= Hector Menteith Robertson =

Hector Menteith Robertson (1905–1984) was an economic historian who held the positions of Jagger Professor of Economics at the University of Cape Town and president of the Economic Society of South Africa (1951–52). He was also an editor and frequent contributor to the South African Journal of Economics.

==Life==
Robertson was born in Leeds to Scottish parents. He studied at Leeds University, graduating B.A. in 1925 and M.A. in 1926, and at Emmanuel College, Cambridge. At Cambridge he was invited to the weekly Political Economy Club set up by John Maynard Keynes.
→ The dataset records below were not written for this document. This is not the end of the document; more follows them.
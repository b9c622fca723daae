import type { Metadata } from 'next';
import Link from 'next/link';
import { AlertsPanel } from '@/components/node/alerts-panel';
import { ExportPanel } from '@/components/node/export-panel';
import { NightTable } from '@/components/node/night-table';
import { NodeCharts } from '@/components/node/node-charts';
import { NodeOverview } from '@/components/node/node-overview';
import { NodeTabs } from '@/components/node/node-tabs';
import { loadNodePage } from './load-node';

/**
 * One node's story: first paint from the server (status as of now), then the client keeps it
 * live — /status polled for the figures, /series for the charts, /nights for the table.
 */
export async function generateMetadata({ params }: { params: Promise<{ nodeId: string }> }): Promise<Metadata> {
  const { status } = await loadNodePage((await params).nodeId);
  return { title: status.node.name };
}

export default async function NodePage({ params }: { params: Promise<{ nodeId: string }> }) {
  const { member, status } = await loadNodePage((await params).nodeId);
  const { node } = status;
  return (
    <article data-testid="node-page" data-node-id={node.id}>
      <nav aria-label="Breadcrumb" className="text-xs text-ink-faint">
        <Link href="/fleet" className="hover:text-ink">Tonight</Link>
        <span aria-hidden="true"> / </span>
        <span>{node.site_name}</span>
      </nav>
      <header className="mt-1 flex flex-wrap items-baseline gap-x-3 gap-y-1">
        <h1 className="text-2xl font-bold" data-testid="node-name">{node.name}</h1>
        <p className="text-sm text-ink-muted">{[node.purpose, node.site_name].filter(Boolean).join(' · ')}</p>
      </header>
      <div className="mt-3">
        <NodeTabs nodeId={node.id} current="overview" role={member.role} />
      </div>

      <NodeOverview nodeId={node.id} initial={status} />
      <NodeCharts nodeId={node.id} timeZone={node.time_zone} />

      <div className="mt-10 grid gap-6 lg:grid-cols-[minmax(0,1fr)_18rem]">
        <NightTable nodeId={node.id} timeZone={node.time_zone} />
        {/* on a phone the alerts come before fourteen night cards; beside the table on a wide screen */}
        <aside className="order-first grid content-start gap-4 lg:order-none" aria-label="Alerts and export">
          <AlertsPanel nodeId={node.id} timeZone={node.time_zone} />
          <ExportPanel nodeId={node.id} timeZone={node.time_zone} nowMs={status.evaluated_at * 1000} />
        </aside>
      </div>
    </article>
  );
}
His thesis, a critical response to R. H. Tawney's Religion and the Rise of Capitalism (1926) and Max Weber's The Protestant Ethic and the Spirit of Capitalism (1930; German edition 1905), was published in 1933 as Aspects of the Rise of Economic Individualism.

In 1930 Robertson became senior lecturer in Cape Town, where he remained for the rest of his career. Much of his research focused on the history of the Dutch East India Company, particularly in southern Africa.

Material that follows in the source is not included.